I tried following the staps given in this article Analyzing network packets with Wireshark, Elasticsearch, and Kibana | Elastic Blog to now avail.

Which actions do I need to take to reindex my output properly and get my imported data out of the field message?

Lou003 · June 15, 2023, 2:26pm

Hi everybody!

I had an idea on how to fix my problem, but I wanted to ask what your opinion is.

Would it be possible to rename via a pipeline fieldnames in the message, to already known ones by Elastic?
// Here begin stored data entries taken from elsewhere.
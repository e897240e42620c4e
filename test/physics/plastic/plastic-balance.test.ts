import fc from 'fast-check';
import { describe, expect, it } from 'vitest';
import { PlasticBalance, type BalancePiece } from '../../../src/physics/plastic/plastic-balance.ts';
import { energyPerLength, plasticTorque, rigidity, yieldTorque, type TorsionLaw } from '../../../src/physics/plastic/plastic-torsion.ts';

const law = (c2: number, c1: number, g: number, tauY: number, h = 0): TorsionLaw => ({ outerRadius: c2, innerRadius: c1, shearModulus: g, shearYield: tauY, hardeningModulus: h });
const piece = (length: number, l: TorsionLaw, fractureTwistRate = Infinity): BalancePiece => ({ length, law: l, fractureTwistRate });
const rel = (a: number, b: number) => Math.abs(a / b - 1);
const rpm = (n: number) => (n * 2 * Math.PI) / 60;

describe('PlasticBalance, one piece: EP5 sudden stop into the plastic range', () => {
  // EP5 (shared REFERENCE.md, derived): the steel disc of REFERENCE section 2 (D = 400 mm, t = 50 mm,
  // ρ = 7850 kg/m³, J = 0.986460 kg·m², Beer & Johnston Dynamics table of mass moments; from memory,
  // confident) on a d = 40 mm × L = 0.5 m shaft, G = 79.3 GPa (Shigley 9th ed. Table A-5), AISI 1045 CD
  // S_y = 530 MPa (Shigley A-20), τ_Y = 0.577·S_y. Energy balance REFERENCE 3.1.9.
  const J = 0.98646;
  const shaft = new PlasticBalance([piece(0.5, law(0.02, 0, 79.3e9, 0.577 * 530e6))]);

  it('at 150 rpm the stop is elastic: T = 3114.81 N·m, θ = 0.078143 rad, no permanent twist', () => {
    const s = shaft.stateForEnergy(0.5 * J * rpm(150) ** 2);
    expect(rel(s.torque, 3114.81)).toBeLessThan(0.005);
    expect(rel(s.pieces[0].twist, 0.078143)).toBeLessThan(0.005);
    expect(s.pieces[0].permanentTwist).toBe(0);
  });

  it('at 300 rpm: T = 4859.34 N·m, θ_max = 0.163102 rad, residual twist 0.041193 rad, all within 0.5 %', () => {
    const s = shaft.stateForEnergy(0.5 * J * rpm(300) ** 2);
    expect(rel(s.torque, 4859.34)).toBeLessThan(0.005);
    expect(rel(s.pieces[0].twist, 0.163102)).toBeLessThan(0.005);
    expect(rel(s.pieces[0].permanentTwist, 0.041193)).toBeLessThan(0.005);
    expect(rel(s.energy, 0.5 * J * rpm(300) ** 2)).toBeLessThan(1e-9);
    expect(rel(s.energy, 486.799)).toBeLessThan(1e-5);
  });

  it('at 1500 rpm the twist reaches 2.447 rad (140°) and the surface strain about 0.098 (EP5)', () => {
    const s = shaft.stateForEnergy(0.5 * J * rpm(1500) ** 2);
    expect(rel(s.pieces[0].twist, 2.447)).toBeLessThan(0.005);
    expect(s.pieces[0].maxShearStrain).toBeCloseTo(0.098, 3);
  });
});

describe('PlasticBalance, pieces in series', () => {
  const G = 79.3e9;
  const tauY = 300e6;
  const thin = law(0.02, 0, G, tauY);
  const thick = law(0.03, 0, G, tauY);

  it('every piece carries the same torque, and the energies add up to the side energy', () => {
    const b = new PlasticBalance([piece(0.2, thick), piece(0.1, thin), piece(0.3, thick)]);
    const s = b.stateForEnergy(5000);
    expect(rel(s.energy, 5000)).toBeLessThan(1e-9);
    expect(s.torque).toBeLessThan(plasticTorque(thin));
    expect(s.torque).toBeGreaterThan(yieldTorque(thin));
    // Independent check of each piece: its energy at its own twist rate under the common torque.
    const sum = s.pieces.reduce((acc, p, i) => acc + energyPerLength([thick, thin, thick][i], p.twistRate) * [0.2, 0.1, 0.3][i], 0);
    expect(rel(sum, 5000)).toBeLessThan(1e-9);
  });

  it('the thicker pieces stay elastic and take no permanent twist while the thin one yields', () => {
    const b = new PlasticBalance([piece(0.2, thick), piece(0.1, thin)]);
    const s = b.stateForEnergy(5000);
    expect(s.pieces[0].permanentTwist).toBe(0);
    expect(s.pieces[0].twist).toBeCloseTo((s.torque * 0.2) / rigidity(thick), 12);
    expect(s.pieces[1].permanentTwist).toBeGreaterThan(0);
  });

  it('below first yield the elastic energy method comes back: T = √(2E/C)', () => {
    const b = new PlasticBalance([piece(0.4, thick), piece(0.25, thin)]);
    const c = 0.4 / rigidity(thick) + 0.25 / rigidity(thin);
    const e = 0.5 * yieldTorque(thin) ** 2 * c * 0.9;
    expect(rel(b.stateForEnergy(e).torque, Math.sqrt((2 * e) / c))).toBeLessThan(1e-9);
  });

  it('the closed form below first yield meets the root above it: the state is continuous at the first-yield energy', () => {
    // Below the first-yield energy the balance takes T = √(2E/C) directly; just above it the root
    // of the energy. Both sides of the boundary give the same torque and twist to a part in 10⁶.
    const b = new PlasticBalance([piece(0.4, thick), piece(0.25, thin)]);
    const ey = 0.5 * yieldTorque(thin) ** 2 * (0.4 / rigidity(thick) + 0.25 / rigidity(thin));
    const below = b.stateForEnergy(ey * (1 - 1e-9));
    const above = b.stateForEnergy(ey * (1 + 1e-9));
    expect(rel(below.torque, yieldTorque(thin))).toBeLessThan(1e-6);
    expect(rel(above.torque, below.torque)).toBeLessThan(1e-6);
    expect(rel(above.pieces[1].twist, below.pieces[1].twist)).toBeLessThan(1e-6);
    expect(rel(below.energy, ey)).toBeLessThan(1e-8);
  });

  it('splitting a piece into two of the same law changes nothing', () => {
    const whole = new PlasticBalance([piece(0.3, thin), piece(0.2, thick)]).stateForEnergy(8000);
    const split = new PlasticBalance([piece(0.1, thin), piece(0.2, thick), piece(0.2, thin)]).stateForEnergy(8000);
    expect(rel(split.torque, whole.torque)).toBeLessThan(1e-9);
    const perm = split.pieces[0].permanentTwist + split.pieces[2].permanentTwist;
    expect(rel(perm, whole.pieces[0].permanentTwist)).toBeLessThan(1e-8);
  });

  it('peak torque and permanent twist grow with energy, and the torque never passes the weakest T_P (property)', () => {
    const b = new PlasticBalance([piece(0.2, thick), piece(0.15, thin), piece(0.05, law(0.025, 0.015, G, tauY))]);
    const tp = Math.min(plasticTorque(thin), plasticTorque(thick), plasticTorque(law(0.025, 0.015, G, tauY)));
    fc.assert(
      fc.property(fc.double({ min: 0, max: 1e6, noNaN: true }), fc.double({ min: 0, max: 1e6, noNaN: true }), (e1, e2) => {
        const [lo, hi] = [Math.min(e1, e2), Math.max(e1, e2)].map((e) => b.stateForEnergy(e));
        expect(hi.torque).toBeGreaterThanOrEqual(lo.torque * (1 - 1e-12));
        const perm = (s: typeof lo) => s.pieces.reduce((a, p) => a + p.permanentTwist, 0);
        expect(perm(hi)).toBeGreaterThanOrEqual(perm(lo) - 1e-12);
        expect(hi.torque).toBeLessThanOrEqual(tp * (1 + 1e-12));
      }),
      { numRuns: 50 },
    );
  });

  it('a hollow piece of the same area as a solid one carries more torque at yield and takes less permanent twist for the same energy', () => {
    // Same area: c₂² − c₁² = c². Hollow c₂ = 25 mm, c₁ = 15 mm ↔ solid c = 20 mm.
    const solid = new PlasticBalance([piece(0.5, law(0.02, 0, G, tauY))]);
    const hollow = new PlasticBalance([piece(0.5, law(0.025, 0.015, G, tauY))]);
    expect(yieldTorque(hollow.pieces[0].law)).toBeGreaterThan(yieldTorque(solid.pieces[0].law));
    const e = 3000;
    const ps = solid.stateForEnergy(e).pieces[0].permanentTwist;
    const ph = hollow.stateForEnergy(e).pieces[0].permanentTwist;
    expect(ph).toBeLessThan(ps);
  });

  it('an elastic-only (brittle) piece is never given a permanent twist, whatever the energy', () => {
    const brittle = law(0.02, 0, 41.4e9, Infinity);
    const b = new PlasticBalance([piece(0.3, brittle, 207e6 / 41.4e9 / 0.02)]);
    fc.assert(
      fc.property(fc.double({ min: 0, max: 1e7, noNaN: true }), (e) => {
        expect(b.stateForEnergy(e).pieces[0].permanentTwist).toBe(0);
      }),
      { numRuns: 30 },
    );
  });
});

describe('PlasticBalance.fractureLimit', () => {
  const G = 79.3e9;
  const tauY = 300e6;

  it('one ductile piece breaks once it has absorbed its own energy to the fracture strain', () => {
    const l = law(0.02, 0, G, tauY);
    const phiF = 0.5 / 0.02;
    const b = new PlasticBalance([piece(0.4, l, phiF)]);
    const limit = b.fractureLimit();
    expect(limit.piece).toBe(0);
    expect(rel(limit.energy, energyPerLength(l, phiF) * 0.4)).toBeLessThan(1e-12);
  });

  it('a stronger piece is shielded: it cannot break while the weaker one is fully plastic', () => {
    const weak = law(0.02, 0, G, tauY);
    const strong = law(0.03, 0, G, tauY);
    const b = new PlasticBalance([piece(0.2, strong, 0.01 / 0.03), piece(0.2, weak)]);
    expect(b.fractureLimit()).toEqual({ energy: Infinity, piece: undefined, twistRate: Infinity });
  });

  it('a brittle piece in series breaks when the torque reaches its fracture torque', () => {
    const steel = law(0.03, 0, G, tauY);
    const iron = law(0.02, 0, 41.4e9, Infinity);
    const tauF = 207e6;
    const b = new PlasticBalance([piece(0.2, steel), piece(0.1, iron, tauF / (41.4e9 * 0.02))]);
    const limit = b.fractureLimit();
    expect(limit.piece).toBe(1);
    const tF = (tauF * Math.PI * 0.02 ** 3) / 2;
    expect(tF).toBeLessThan(yieldTorque(steel));
    const c = 0.2 / rigidity(steel) + 0.1 / rigidity(iron);
    expect(rel(limit.energy, 0.5 * tF ** 2 * c)).toBeLessThan(1e-9);
  });

  it('yieldOnsetEnergy is the elastic energy at the first yield of the chosen pieces', () => {
    const weak = law(0.02, 0, G, tauY);
    const strong = law(0.025, 0, G, tauY);
    const b = new PlasticBalance([piece(0.3, strong), piece(0.2, weak)]);
    const c = 0.3 / rigidity(strong) + 0.2 / rigidity(weak);
    expect(rel(b.yieldOnsetEnergy([1]), 0.5 * yieldTorque(weak) ** 2 * c)).toBeLessThan(1e-9);
    // The strong piece's T_Y is (25/20)³ = 1.95 times the weak one's, above the weak T_P (4/3 times): it never yields.
    expect(yieldTorque(strong)).toBeGreaterThan(plasticTorque(weak));
    expect(b.yieldOnsetEnergy([0])).toBe(Infinity);
  });
});

describe('PlasticBalance.energyAt', () => {
  it("is the state's energy at every twist rate, elastic and past yield, for pieces in series (property)", () => {
    const b = new PlasticBalance([piece(0.4, law(0.03, 0, 79.3e9, 300e6)), piece(0.25, law(0.02, 0, 79.3e9, 300e6)), piece(0.1, law(0.025, 0.01, 79.3e9, 300e6, 2e9))]);
    fc.assert(
      fc.property(fc.double({ min: 1e-6, max: 5, noNaN: true }), (phi) => {
        expect(b.energyAt(phi)).toBe(b.stateAt(phi).energy);
      }),
      { numRuns: 100 },
    );
  });
});

describe('PlasticBalance.summaryForEnergy', () => {
  it("is the state's torque, summed permanent twist and fracture, elastic and past yield, with and without a fracture limit (property)", () => {
    // Independent calculation: the state itself (`stateForEnergy`), read piece by piece.
    const pieces = (fracture: number) => [piece(0.4, law(0.03, 0, 79.3e9, 300e6), fracture), piece(0.25, law(0.02, 0, 79.3e9, 300e6), fracture), piece(0.1, law(0.025, 0.01, 79.3e9, 300e6, 2e9))];
    fc.assert(
      fc.property(fc.double({ min: 0, max: 5e4, noNaN: true }), fc.constantFrom(Infinity, 0.5, 2), (energy, fracture) => {
        const b = new PlasticBalance(pieces(fracture));
        const state = b.stateForEnergy(energy);
        const s = b.summaryForEnergy(energy);
        expect(s.torque).toBe(state.torque);
        expect(s.permanentTwist).toBe(state.pieces.reduce((sum, p) => sum + p.permanentTwist, 0));
        expect(s.fractured).toBe(state.pieces.some((p) => p.fractured));
      }),
      { numRuns: 100 },
    );
  });
});

describe('PlasticBalance.permanentTwistAt', () => {
  it("is the state's permanent twist of the pieces asked for, added in their order, at every twist rate (property)", () => {
    // Independent calculation: the state itself (`stateAt`), its pieces summed one by one.
    const b = new PlasticBalance([piece(0.4, law(0.03, 0, 79.3e9, 300e6)), piece(0.25, law(0.02, 0, 79.3e9, 300e6)), piece(0.1, law(0.025, 0.01, 79.3e9, 300e6, 2e9))]);
    fc.assert(
      fc.property(fc.double({ min: 1e-6, max: 5, noNaN: true }), fc.subarray([0, 1, 2], { minLength: 1 }), fc.double({ min: 0, max: 1, noNaN: true }), (phi, among, start) => {
        const pieces = b.stateAt(phi).pieces;
        expect(b.permanentTwistAt(phi, among, start)).toBe(among.reduce((sum, i) => sum + pieces[i].permanentTwist, start));
      }),
      { numRuns: 100 },
    );
  });
});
So my theory being that Elastic would recognize these fieldnames as fieldnames instead of just text-based data. I am looking forward to your opinions.

warkolm · June 20, 2023, 4:46am

Can you share the various configs you have setup for this?
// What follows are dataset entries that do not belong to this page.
import fc from 'fast-check';
import { describe, expect, it } from 'vitest';
import { residualTwistRate, torqueAtTwistRate, yieldTwistRate, type TorsionLaw } from '../../../src/physics/plastic/plastic-torsion.ts';
import { branchTorque } from '../../../src/physics/plastic/reversal-branch.ts';

/**
 * An independent section model: the section cut into thin rings, each ring an elastic–perfectly
 * plastic (or linear kinematic-hardening) element in shear, stepped through a twist history; the
 * torque is Σ τᵢ·rᵢ·Aᵢ. It knows nothing of Masing's rule.
 */
function ringSection(l: TorsionLaw, rings = 4000) {
  const dr = (l.outerRadius - l.innerRadius) / rings;
  const r = Array.from({ length: rings }, (_, i) => l.innerRadius + (i + 0.5) * dr);
  const area = r.map((x) => 2 * Math.PI * x * dr);
  const hp = l.hardeningModulus > 0 ? (l.shearModulus * l.hardeningModulus) / (l.shearModulus - l.hardeningModulus) : 0;
  const plastic = new Float64Array(rings); // plastic shear strain per ring
  let phi = 0;
  return {
    to(target: number, steps = 20): number {
      const start = phi;
      for (let k = 1; k <= steps; k++) {
        phi = start + ((target - start) * k) / steps;
        for (let i = 0; i < rings; i++) {
          // Return mapping with linear kinematic hardening (back stress = hp·γp): Simo & Hughes,
          // Computational Inelasticity, 1998, Sec. 1.3 (from memory, confident).
          const trial = l.shearModulus * (r[i] * phi - plastic[i]);
          const over = Math.abs(trial - hp * plastic[i]) - l.shearYield;
          if (over > 0) plastic[i] += (Math.sign(trial - hp * plastic[i]) * over) / (l.shearModulus + hp);
        }
      }
      let t = 0;
      for (let i = 0; i < rings; i++) t += l.shearModulus * (r[i] * phi - plastic[i]) * r[i] * area[i];
      return t;
    },
  };
}

const law = (c2: number, c1: number, h = 0): TorsionLaw => ({ outerRadius: c2, innerRadius: c1, shearModulus: 79.3e9, shearYield: 300e6, hardeningModulus: h });

describe("branchTorque (Masing's rule for a reversal)", () => {
  it('agrees with a ring-by-ring section model on unloading and reverse loading back to the mirrored point, solid and hollow', () => {
    fc.assert(
      fc.property(fc.constantFrom(0, 0.5), fc.double({ min: 1.2, max: 8, noNaN: true }), fc.double({ min: -1, max: 1, noNaN: true }), fc.constantFrom(0, 2e9), (ratio, u1, f, h) => {
        const l = law(0.02, ratio * 0.02, h);
        const py = yieldTwistRate(l);
        const rings = ringSection(l);
        const tr = rings.to(u1 * py);
        expect(Math.abs(tr / torqueAtTwistRate(l, u1 * py) - 1)).toBeLessThan(2e-3);
        const back = f * u1 * py;
        const t = rings.to(back);
        const masing = branchTorque(l, { twistRate: u1 * py, torque: tr }, back);
        expect(Math.abs(t - masing)).toBeLessThan(3e-3 * Math.abs(tr));
      }),
      { numRuns: 12 },
    );
  });

  it('meets the first-loading curve of the other sense at the mirrored twist, where that curve takes over', () => {
    const l = law(0.02, 0.008);
    const phi = 3 * yieldTwistRate(l);
    const from = { twistRate: phi, torque: torqueAtTwistRate(l, phi) };
    expect(branchTorque(l, from, -phi)).toBeCloseTo(-from.torque, 6);
    const rings = ringSection(l);
    rings.to(phi);
    expect(Math.abs(rings.to(-1.5 * phi) / -torqueAtTwistRate(l, 1.5 * phi) - 1)).toBeLessThan(2e-3);
  });

  it('unloads on the elastic line for twice the yield twist rate, so a perfectly plastic bar springs back elastically to its permanent twist', () => {
    const l = law(0.02, 0);
    const py = yieldTwistRate(l);
    const phi = 5 * py;
    const from = { twistRate: phi, torque: torqueAtTwistRate(l, phi) };
    const zero = residualTwistRate(l, phi);
    expect(Math.abs(branchTorque(l, from, zero))).toBeLessThan(1e-6 * from.torque);
    expect(phi - zero).toBeLessThan(2 * py);
  });
});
Lou003 · June 22, 2023, 8:49am

Hereby the configuration file for filebeat

filebeat.inputs: 

- input_type: log 

  paths: 

    - "path file"
  json.keys_under_root: true
  json.add_error_key: true

# =============================== Elastic Cloud ================================


# These settings simplify using Packetbeat with the Elastic Cloud (https://cloud.elastic.co/).
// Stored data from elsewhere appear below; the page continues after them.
describe("ingest follows the device registry", () => {
  it("starts reading a device once it is registered, assigned and given a token, driven by the notification", async () => {
    const d = await fakeDevice("token-new-1");
    const id = await registerDevice("REG-NEW-1", d);
    // Assigned but without a token: not read (a device that has no token cannot be asked for its stream).
    const bed = await newBed();
    await change(id, (trx) => assign(trx, id, bed));
    await new Promise((r) => setTimeout(r, QUIET_MS));
    expect(ingest.readers.has(id)).toBe(false);
    expect(d.connections).toBe(0);

    const notified = await change(id, (trx) => issueToken(trx, id, "token-new-1"));
    timings.notifyToReaderStarted = await waitFor(() => ingest.readers.has(id), PICKUP_LIMIT_MS, "a reader for the new device");
    await waitFor(async () => (await storedCount(id)) > 0, PICKUP_LIMIT_MS, "the first stored beat");
    timings.notifyToFirstStoredBeat = Date.now() - notified;
    expect(ingest.lastNotificationAt).toBeGreaterThanOrEqual(notified - 1_000);
    await waitFor(async () => (await storedCount(id)) === 100, PICKUP_LIMIT_MS, "all 100 beats");
  });

  it("keeps a moved device streaming on the same connection, and stops reading an unassigned one", async () => {
    const d = await fakeDevice("token-move");
    const id = await registerDevice("REG-MOVE-1", d);
    const bed = await newBed();
    await change(id, async (trx) => {
      await assign(trx, id, bed);
      await issueToken(trx, id, "token-move");
    });
    await waitFor(async () => (await storedCount(id)) === 100, PICKUP_LIMIT_MS, "the first 100 beats");
    const reader = ingest.readers.get(id)!;
    const connections = d.connections;

    // Move to a bed of another unit: close the open assignment and open one on the new bed.
    const otherBed = await newBed(otherUnitId);
    await change(id, async (trx) => {
      await trx("device_assignments").where({ device_id: id }).whereNull("assigned_to").update({ assigned_to: new Date() });
      await assign(trx, id, otherBed);
    });
    await waitFor(() => reader.device.unitId === otherUnitId, PICKUP_LIMIT_MS, "the reader to learn the new unit");
    expect(ingest.readers.get(id)).toBe(reader);
    publishMore(d, 20);
    await waitFor(async () => (await storedCount(id)) === 120, PICKUP_LIMIT_MS, "beats after the move");
    expect(d.connections).toBe(connections); // never reconnected

    const unassigned = await change(id, (trx) => trx("device_assignments").where({ device_id: id }).whereNull("assigned_to").update({ assigned_to: new Date() }));
    await waitFor(() => !ingest.readers.has(id), PICKUP_LIMIT_MS, "the reader to stop");
    timings.notifyToReaderStoppedOnUnassign = Date.now() - unassigned;
    await expectNothingStored(id, d);
  });

  it("rides a token rotation through the grace period while the device still has the old token, then stops after it", async () => {
    // The device is configured with the old token only, and never given the new one.
    const d = await fakeDevice("token-old");
    const id = await registerDevice("REG-ROT-1", d);
    const bed = await newBed();
    await change(id, async (trx) => {
      await assign(trx, id, bed);
      await issueToken(trx, id, "token-old");
    });
    await waitFor(async () => (await storedCount(id)) === 100, PICKUP_LIMIT_MS, "the first 100 beats");
    const connections = d.connections;

    // Rotate with a one-hour grace, as the registry's rotate action does.
    await change(id, (trx) =>
      trx("devices").where({ id }).update({
        stream_token_hash: hashStreamToken("token-new"),
        stream_token_enc: encryptStreamToken("token-new"),
        previous_token_hash: hashStreamToken("token-old"),
        previous_token_enc: encryptStreamToken("token-old"),
        previous_token_valid_until: new Date(Date.now() + 3_600_000),
        token_rotated_at: new Date(),
      }),
    );
    await waitFor(() => ingest.readers.get(id)!.device.token === "token-new", PICKUP_LIMIT_MS, "the reader to learn the new token");
    publishMore(d, 20);
    await waitFor(async () => (await storedCount(id)) === 120, PICKUP_LIMIT_MS, "beats after the rotation");
    expect(d.connections).toBe(connections); // the open connection was kept

    // A cut during the grace: the reconnect presents the new token, is refused, and goes on with the old one.
    d.cutAfter.add(140);
    publishMore(d, 20);
    await waitFor(() => d.connections > connections, PICKUP_LIMIT_MS, "the reconnect after the cut");
    publishMore(d, 20);
    await waitFor(async () => (await storedCount(id)) === 160, PICKUP_LIMIT_MS, "beats after the reconnect");

    // Grace over: only the new token, which this device refuses.
    await change(id, (trx) => trx("devices").where({ id }).update({ previous_token_valid_until: new Date(Date.now() - 1_000) }));
    const counters = ingest.counters.get(id)!;
    await waitFor(() => counters.lastError === "Non-200 status code (401)" && !counters.connected, PICKUP_LIMIT_MS, "the device to refuse the ingest");
    expect(ingest.readers.has(id)).toBe(true); // still trying: giving the device the new token brings it back
    await expectNothingStored(id, d);
  });

  it("stops presenting the previous token when its grace ends, without a notification", async () => {
    const GRACE_MS = 2_000;
    const d = await fakeDevice("token-old-2");
    const id = await registerDevice("REG-ROT-2", d);
    const bed = await newBed();
    await change(id, async (trx) => {
      await assign(trx, id, bed);
      await trx("devices").where({ id }).update({
        stream_token_hash: hashStreamToken("token-new-2"),
        stream_token_enc: encryptStreamToken("token-new-2"),
        previous_token_hash: hashStreamToken("token-old-2"),
        previous_token_enc: encryptStreamToken("token-old-2"),
        previous_token_valid_until: new Date(Date.now() + GRACE_MS),
        token_rotated_at: new Date(),
      });
    });
    await waitFor(async () => (await storedCount(id)) === 100, PICKUP_LIMIT_MS, "beats on the previous token");
    const counters = ingest.counters.get(id)!;
    await waitFor(() => counters.lastError === "Non-200 status code (401)" && !counters.connected, GRACE_MS + PICKUP_LIMIT_MS, "the grace to end");
    await expectNothingStored(id, d);
  });

  it("stops reading a device whose token is revoked", async () => {
    const d = await fakeDevice("token-rev");
    const id = await registerDevice("REG-REV-1", d);
    const bed = await newBed();
    await change(id, async (trx) => {
      await assign(trx, id, bed);
      await issueToken(trx, id, "token-rev");
    });
    await waitFor(async () => (await storedCount(id)) === 100, PICKUP_LIMIT_MS, "the first 100 beats");
    const revoked = await change(id, (trx) =>
      trx("devices").where({ id }).update({ stream_token_hash: null, stream_token_enc: null, token_revoked_at: new Date() }),
    );
    await waitFor(() => !ingest.readers.has(id), PICKUP_LIMIT_MS, "the reader to stop");
    timings.notifyToReaderStoppedOnRevoke = Date.now() - revoked;
    await expectNothingStored(id, d);
  });

  it("stops reading a device put into maintenance or decommissioned", async () => {
    for (const status of ["maintenance", "decommissioned"] as const) {
      const d = await fakeDevice(`token-${status}`);
      const id = await registerDevice(`REG-${status.toUpperCase()}`, d);
      const bed = await newBed();
      await change(id, async (trx) => {
        await assign(trx, id, bed);
        await issueToken(trx, id, `token-${status}`);
      });
      await waitFor(async () => (await storedCount(id)) === 100, PICKUP_LIMIT_MS, "the first 100 beats");
      await change(id, (trx) => trx("devices").where({ id }).update({ status }));
      await waitFor(() => !ingest.readers.has(id), PICKUP_LIMIT_MS, `the reader to stop (${status})`);
      await expectNothingStored(id, d);
    }
  });

  it("hears notifications again after its listening connection is cut", async () => {
    // The server ends the LISTEN session (as a restart or a network drop would); the ingest reconnects.
    const cut = await db.raw(`SELECT pg_terminate_backend(pid) FROM pg_stat_activity WHERE datname = current_database() AND query = 'LISTEN corvane_devices' AND pid <> pg_backend_pid()`);
    expect(cut.rows).toHaveLength(1);
    const d = await fakeDevice("token-after-cut");
    const id = await registerDevice("REG-RELISTEN", d);
    const bed = await newBed();
    // The listener retries after 2 s; a change committed meanwhile is read by the refresh that follows the reconnect.
    await change(id, async (trx) => {
      await assign(trx, id, bed);
      await issueToken(trx, id, "token-after-cut");
    });
    await waitFor(async () => (await storedCount(id)) === 100, PICKUP_LIMIT_MS, "beats of a device registered across the cut");
  });

  it("reads a device that the simulator's one-device mode serves, started with the command its page shows", async () => {
    const ledgerDir = mkdtempSync(join(tmpdir(), "corvane-sim-"));
    const port = await new Promise<number>((resolve) => {
      const s = createServer().listen(0, "127.0.0.1", () => {
        const p = (s.address() as { port: number }).port;
        s.close(() => resolve(p));
      });
    });
    const serial = "REG-SIM-1";
    // Real tokens are base64url; this one also checks the command's quoting (a leading dash, a quote, a $).
    const token = "-starts-with-a-dash_it's$HOME";
    const streamUrl = `http://127.0.0.1:${port}/devices/${serial}/stream`;
    const command = simulatorCommand({ serial, streamUrl }, token)!;
    // As shown on the page, with the sequence ledger in a scratch folder instead of the project's .corvane/.
    const child = spawn("sh", ["-c", `${command} --seq-ledger ${join(ledgerDir, "seq.json")}`], {
      env: { ...process.env, LOG_LEVEL: "info" },
      detached: true,
      stdio: ["ignore", "pipe", "pipe"],
    });
    let out = "";
    child.stdout!.on("data", (d: Buffer) => (out += d.toString()));
    child.stderr!.on("data", (d: Buffer) => (out += d.toString()));
    const exited = new Promise<void>((resolve) => child.once("exit", () => resolve()));
    try {
      await waitFor(() => out.includes('"msg":"simulating one device"') || child.exitCode !== null, 60_000, "the simulator to start");
      if (child.exitCode !== null) throw new Error(`the simulator exited (${child.exitCode}):\n${out.slice(-2000)}`);
      expect(out).toContain('"scenario":"healthy_sleep"');
      const [row] = await db("devices")
        .insert({ serial, unit_id: unitId, model: "simulated", manufacturer: "Test (fictional)", firmware: "0", timestamp_resolution_ms: 1000 / 128, stream_url: streamUrl })
        .returning("id");
      const id = row!.id;
      const bed = await newBed();
      const notified = await change(id, async (trx) => {
        await assign(trx, id, bed);
        await issueToken(trx, id, token);
      });
      // The simulator starts at now without backfill: a beat about every second.
      await waitFor(async () => (await storedCount(id)) >= 3, 15_000, "beats from the simulator");
      timings.notifyToThirdSimulatorBeat = Date.now() - notified;
      const status = (await db("device_stream_status").where({ device_id: id }).first())!;
      expect(Date.now() - status.last_beat_at!.getTime()).toBeLessThan(PICKUP_LIMIT_MS);
    } finally {
      if (child.exitCode === null) {
        process.kill(-child.pid!, "SIGTERM");
        await exited;
      }
      // sh exits before the simulator it started, which writes its ledger on the way out: wait for the whole
      // process group to be gone before removing the folder.
      await waitFor(() => {
        try {
          process.kill(-child.pid!, 0);
          return false;
        } catch {
          return true;
        }
      }, 15_000, "the simulator's process group to exit");
      rmSync(ledgerDir, { recursive: true, force: true, maxRetries: 5 });
    }
  }, 90_000);

  it("refuses a one-device simulator command without a token", async () => {
    const child = spawn("node_modules/.bin/tsx", ["scripts/simulator.ts", "--device", "REG-SIM-2", "--token", "<token>"], { stdio: ["ignore", "pipe", "pipe"] });
    let err = "";
    child.stderr!.on("data", (d: Buffer) => (err += d.toString()));
    const code = await new Promise<number | null>((resolve) => child.on("close", resolve));
    expect(code).toBe(2);
    expect(err).toMatch(/--device needs --token TOKEN/);
  }, 60_000);
});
# The cloud.id setting overwrites the `output.elasticsearch.hosts` and
# `setup.kibana.host` options.
cloud.id: "cloudid"

# The cloud.auth setting overwrites the `output.elasticsearch.username` and
# `output.elasticsearch.password` settings. The format is `<user>:<pass>`.
cloud.auth: "user:ww"


output.elasticsearch:
pipeline: .rename ip.src as source.ip + geoip
output.elasticsearch.index: "test-%{[agent.version]}"
setup.template.name: "test"
setup.template.pattern: "test-%{[agent.version]}"

processors:
  - add_host_metadata:
      when.not.contains.tags: forwarded
  - add_cloud_metadata: ~
  - add_docker_metadata: ~
  - add_kubernetes_metadata: ~
  - decode_json_fields:
      fields: ["message"]
      process_array: false
      max_depth: 1
      target: ""
      overwrite_keys: false
      add_error_key: true

This is the configuration of the used pipeline

[
  {
    "dot_expander": {
      "field": "ip.src"
    }
  },
  {
    "rename": {
      "field": "ip.src",
      "target_field": "source.ip"
    }
  },
  {
    "geoip": {
      "field": "source.ip",
      "target_field": "source.nat.ip"
    }
  }
]

And hereby a snapshot of the imported data as seen in Kibana discover in JSON format

"\u0000{\u0000\"\u0000_\u0000i\u0000n\u0000d\u0000e\u0000x\u0000\"\u0000:\u0000\"\u0000p\u0000a\u0000c\u0000k\u0000e\u0000t\u0000s\u0000-\u00002\u00000\u00001\u00005\u0000-\u00000\u00007\u0000-\u00002\u00005\u0000\"\u0000,\u0000\"\u0000_\u0000t\u0000y\u0000p\u0000e\u0000\"\u0000:\u0000\"\u0000d\u0000o\u0000c\u0000\"\u0000,\u0000\"\u0000_\u0000s\u0000c\u0000o\u0000r\u0000e\u0000\"\u0000:\u0000n\u0000u\u0000l\u0000l\u0000,

system · July 20, 2023, 10:50am

This topic was automatically closed 28 days after the last reply. New replies are no longer allowed.